As a traveling chef, I try to keep my gear bag as light as possible. I love reading the front of Cooks Illustrated and getting ideas on using kitchen gear for uses it wasn't originally intended for or home remedies using what's on hand instead of specialty tools.

So, what are some of your best "I also use this to..."?
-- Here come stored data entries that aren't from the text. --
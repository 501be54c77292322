"""Thin films: subbands between two walls, and resistivity from surfaces and grain boundaries."""

from __future__ import annotations

from functools import cache
from math import pi

import numpy as np

from sheetgen.physics.quadrature import bracketed_root, unit_gauss_nodes

# Step of the trapezoidal rules. The integrands are analytic up to ±iπ/2: the error is e^{−π²/STEP} = 5e-12.
_STEP = 0.38
# Below this exponent z − (1 − e⁻ᶻ) is taken from its series, since the difference cancels.
_SMALL = 0.2
_ROWS = 64  # specimens whose double integrals are held in memory at once


def film_subbands(density: np.ndarray, thickness: np.ndarray, degeneracy: np.ndarray) -> np.ndarray:
    """Number of occupied subbands of a film with hard walls at the bulk density, as a float.

    A subband whose bottom just reaches the Fermi energy holds nobody and does not count.
    """
    return _subbands(_filling(np.asarray(density, float) * thickness, thickness, degeneracy))


def film_fermi_wavevector(density: np.ndarray, thickness: np.ndarray, degeneracy: np.ndarray) -> np.ndarray:
    """The k, in 1/m, at which a film holds the bulk density: nd = (g/4π) Σ (k² − (πj/d)²), j ≥ 1."""
    return _wavevector(np.asarray(density, float) * thickness, thickness, degeneracy)


def neutral_film_fermi_wavevector(
    density: np.ndarray, thickness: np.ndarray, degeneracy: np.ndarray
) -> np.ndarray:
    """The same with each wall moved out by 3π/8k_F, which keeps the surface neutral.

    The nd electrons per area stay; k_F is that of the bulk. J. Bardeen, Physical Review 49, 653 (1936).
    """
    density = np.asarray(density, float)
    bulk = np.cbrt(6 * pi**2 * density / degeneracy)
    return _wavevector(density * thickness, thickness + 3 * pi / (4 * bulk), degeneracy)


def surface_factor(kappa: np.ndarray, specularity: np.ndarray) -> np.ndarray:
    """ρ/ρ₀ of a film of thickness κ mean free paths, of which each surface reflects a part p specularly.

    The exact integral of K. Fuchs, Mathematical Proceedings of the Cambridge Philosophical Society 34, 100
    (1938), and E. H. Sondheimer, Advances in Physics 1, 1 (1952), written with a positive integrand so that
    thin films keep their relative accuracy.
    """
    kappa, specularity = np.broadcast_arrays(np.asarray(kappa, float), np.asarray(specularity, float))
    inverse_cosines, weights = polar_nodes()
    freedom = _freedom(kappa[..., None] * inverse_cosines, specularity[..., None])
    return 1 / (freedom @ weights)


def grain_factor(alpha: np.ndarray) -> np.ndarray:
    """ρ/ρ₀ of a bulk of grains, 1/f(α), f = 1 − 3α/2 + 3α² − 3α³ ln(1 + 1/α).

    A. F. Mayadas and M. Shatzkes, Physical Review B 1, 1382 (1970). For large α the closed form cancels;
    f = 3 ∫₀¹ w³/(w + α) dw does not.
    """
    alpha = np.asarray(alpha, float)
    nodes, weights = unit_gauss_nodes(24)
    integral = 3 * (nodes**3 / (nodes + np.maximum(alpha, 0.5)[..., None])) @ weights
    with np.errstate(divide="ignore", invalid="ignore"):
        logarithm = np.where(alpha > 0, np.log1p(1 / alpha), 0.0)
    closed = 1 - 1.5 * alpha + 3 * alpha**2 - 3 * alpha**3 * logarithm
    return 1 / np.where(alpha < 0.5, closed, integral)


def alpha(path: np.ndarray, grain_size: np.ndarray, reflection: np.ndarray) -> np.ndarray:
    """Strength of the grain boundaries, (l/D) R/(1 − R)."""
    return np.asarray(path, float) / grain_size * reflection / (1 - np.asarray(reflection, float))


def film_factor(kappa: np.ndarray, alpha: np.ndarray, specularity: np.ndarray) -> np.ndarray:
    """ρ/ρ₀ from surfaces and grain boundaries together: the double integral of Mayadas and Shatzkes (1970).

    With w the cosine to the current and u = √(1−w²) cos ψ the cosine to the normal, f(α) and the loss at the
    surfaces are one integral, (6/π) ∫dw ∫dψ w³/(w+α) (1 − loss), of a positive function. With w = tanh x and
    cos ψ = sech y the trapezoidal rule converges exponentially for it. Relative error below 1e-10.
    """
    arrays = np.broadcast_arrays(*(np.asarray(array, float) for array in (kappa, alpha, specularity)))
    flat = [array.ravel() for array in arrays]
    conductance = np.full(flat[0].size, np.nan)
    known = np.flatnonzero(~np.isnan(sum(flat)))  # most entries of a table of materials have no film
    for start in range(0, known.size, _ROWS):
        rows = known[start : start + _ROWS]
        conductance[rows] = _conductance(*(array[rows] for array in flat))
    return (1 / conductance).reshape(arrays[0].shape)[()]


def explained_ratios(kappa: np.ndarray, alpha: np.ndarray) -> tuple[np.ndarray, np.ndarray]:
    """The least and the largest ρ/ρ₀ that a specularity can explain: mirror-like and diffuse surfaces."""
    return film_factor(kappa, alpha, 1.0), film_factor(kappa, alpha, 0.0)


def explaining_specularity(ratio: np.ndarray, kappa: np.ndarray, alpha: np.ndarray) -> np.ndarray:
    """The specularity 0 ≤ p ≤ 1 at which film_factor equals the measured ratio; NaN where none does.

    Which of the two bounds a ratio misses, explained_ratios tells.
    """
    ratio, kappa, alpha = np.broadcast_arrays(*(np.asarray(a, float) for a in (ratio, kappa, alpha)))
    flat = [array.ravel() for array in (ratio, kappa, alpha)]

    def excess(diffuseness: np.ndarray, where: np.ndarray) -> np.ndarray:
        measured, thickness, grains = (array[where] for array in flat)
        return film_factor(thickness, grains, (1 - diffuseness) / (1 + diffuseness)) / measured - 1

    # In q = (1 − p)/(1 + p) the resistivity of a thin film is nearly straight.
    diffuseness = bracketed_root(excess, np.zeros(ratio.size), np.ones(ratio.size))
    return ((1 - diffuseness) / (1 + diffuseness)).reshape(ratio.shape)[()]


def explaining_grain_reflection(
    ratio: np.ndarray, kappa: np.ndarray, grain_ratio: np.ndarray, specularity: np.ndarray
) -> np.ndarray:
    """The grain reflection 0 ≤ R < 1 at which film_factor equals the measured ratio; NaN where none does.

    grain_ratio is l/D. Every ratio from surface_factor(κ, p) upwards is explained by some R.
    """
    arrays = np.broadcast_arrays(*(np.asarray(a, float) for a in (ratio, kappa, grain_ratio, specularity)))
    measured, thickness, grains, surfaces = (array.ravel() for array in arrays)

    def excess(strength: np.ndarray, where: np.ndarray) -> np.ndarray:
        return film_factor(thickness[where], strength, surfaces[where]) / measured[where] - 1

    # f(α) < 3/4α, so grains alone reach the measured ratio before α = 3/4 of it.
    strength = bracketed_root(excess, np.zeros(measured.size), 0.75 * measured)
    return (strength / (strength + grains)).reshape(arrays[0].shape)[()]


def _filling(areal_density: np.ndarray, width: np.ndarray, degeneracy: np.ndarray) -> np.ndarray:
    """Σ (q² − j²) over the occupied subbands, for k = πq/width."""
    return 4 * pi * np.asarray(areal_density, float) / degeneracy * (np.asarray(width, float) / pi) ** 2


def _subbands(filling: np.ndarray) -> np.ndarray:
    """Largest s whose bottom, q = s, is reached: s(s−1)(4s+1)/6 < filling."""
    estimate = np.floor(np.cbrt(1.5 * filling) + 0.25)
    candidates = np.maximum(np.asarray(estimate)[..., None] + np.arange(-2, 3), 1.0)
    bottoms = candidates * (candidates - 1) * (4 * candidates + 1) / 6
    occupied = np.where(bottoms < np.asarray(filling)[..., None], candidates, 0.0).max(axis=-1)
    return np.where(filling > 0, occupied, np.where(np.isnan(filling), np.nan, 0.0))[()]


def _wavevector(areal_density: np.ndarray, width: np.ndarray, degeneracy: np.ndarray) -> np.ndarray:
    """k of the Fermi discs from the filling: q² = (filling + Σ j²)/s."""
    filling = _filling(areal_density, width, degeneracy)
    subbands = np.maximum(_subbands(filling), 1.0)
    square = filling / subbands + (subbands + 1) * (2 * subbands + 1) / 6
    return pi / np.asarray(width, float) * np.sqrt(square)


def _freedom(exponent: np.ndarray, specularity: np.ndarray) -> np.ndarray:
    """1 − (1−p)(1−e⁻ᶻ)/(z(1−p e⁻ᶻ)): what surfaces leave of the mean free path, z path lengths apart."""
    exponent = np.minimum(exponent, 1e100)
    scattered = 1 - np.exp(-exponent)
    difference = 1 - scattered / exponent
    small = exponent < _SMALL
    few = exponent[small]
    difference[small] = exact = _small_difference(few)
    scattered[small] = few * (1 - exact)
    diffuse = 1 - specularity
    return (diffuse * difference + specularity * scattered) / (diffuse + specularity * scattered)


def _small_difference(exponent: np.ndarray) -> np.ndarray:
    """1 − (1−e⁻ᶻ)/z = z/2! − z²/3! + … by Horner's rule."""
    total = np.zeros_like(exponent)
    for order in range(12, 1, -1):
        total = (1 - total) * exponent / order
    return total


@cache
def polar_nodes() -> tuple[np.ndarray, np.ndarray]:
    """What surface_factor sums over: 1/u and weights of (3/2) ∫₀¹ (1 − u²) … du, trapezoidal in s, u = 1/(1 + e⁻ˢ)."""
    s = np.arange(-32.0, 14.0, _STEP)
    cosine = 1 / (1 + np.exp(-s))
    rest = 1 / (1 + np.exp(s))
    weights = 1.5 * _STEP * rest * (1 + cosine) * cosine * rest
    weights[0] *= _tail(1)
    return 1 + np.exp(-s), weights


@cache
def film_nodes() -> tuple[np.ndarray, np.ndarray, np.ndarray, np.ndarray, np.ndarray]:
    """What film_factor sums over: w, 1/√(1−w²), weights in s, x = ln(1 + eˢ), w = tanh x; cosh y, weights in y."""
    s = np.arange(-9.0, 12.5, _STEP)
    growth = 1 + np.exp(s)
    inverse_sine = (growth + 1 / growth) / 2
    cosine = np.exp(s) * (growth + 1) / (growth**2 + 1)
    outer = _STEP / (1 + np.exp(-s)) / inverse_sine**2
    outer[-1] *= _tail(2)
    y = np.arange(0.0, 18.5, _STEP)
    inner = _STEP / np.cosh(y)
    inner[0] /= 2
    inner[-1] *= _tail(1)
    return cosine, inverse_sine, outer, np.cosh(y), inner


def _tail(rate: int) -> float:
    """Sum of the nodes from the last one on, over it: out there only the weight e^{−rate·s} still changes."""
    return 1 / -np.expm1(-rate * _STEP)


def _conductance(kappa: np.ndarray, alpha: np.ndarray, specularity: np.ndarray) -> np.ndarray:
    """ρ₀/ρ of specimens (N,)."""
    cosine, inverse_sine, outer, inverse_azimuth, inner = film_nodes()
    slowing = 1 + alpha[:, None] / cosine
    exponent = (kappa[:, None] * slowing * inverse_sine)[..., None] * inverse_azimuth
    freedom = _freedom(exponent, specularity[:, None, None]) @ inner
    return 6 / pi * (freedom * outer * cosine**2 / slowing).sum(axis=-1)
I recently discovered my seafood forks work great for scraping bone marrow out, and at home started using my truffle slicer (it's amazing the crap you end up with when family runs out of gift ideas and just walks into WS) to slice ginger.


----------



## Mucho Bocho (Jul 10, 2015)

I use cotton balls soaked in rubbing alcohol for fire starters, if that counts?


----------



## Asteger (Jul 10, 2015)

Maybe no great surprise, but I've opened several packages with my mioroshi deba. (Works great.)


----------



## knyfeknerd (Jul 10, 2015)

I use my immersion circulator to keep my bathwater warm! 
Thermapen to take my kid's temperature.
Benriner mandoline blades to comb my beard.

Just kidding.
I use a salad fork for deveining shrimp.
An egg slicer for avocados and buffalo mozz.
Small woodworking chisels to hollow out grape tomatoes and grapes(I curse you Martha Stewart).
Let's not forget that Microplanes were originally used for woodworking.


----------



## Godslayer (Jul 10, 2015)

Ive used a whetstone as sandpaper, a bottle of scotch as a rolling pin and a cuisinart knife as a hammer, for actual nails... I later bought a hammer. I use a coffee grinder for spices, ice cube trays to store compound butters, why yes i do have tom ka gai flavoured butter for your grilled shrimp. Cast iron pans to crush pepper corns. I use a small ice cream scoop for meatballs and melon balls. Waffle maker has made paninis and omelets(whip eggs and fillings and like magic you have an omelet.


----------



## boomchakabowwow (Jul 13, 2015)

i have a small square of marble i use for crushing garlic, peppercorns, etc. it is also my weight for holding open recipe books, ballast for floating artichokes, dry mushrooms..weight to squeeze out water from tofu.
i've used it to hammer out thin steaks and chicken before the dredge. 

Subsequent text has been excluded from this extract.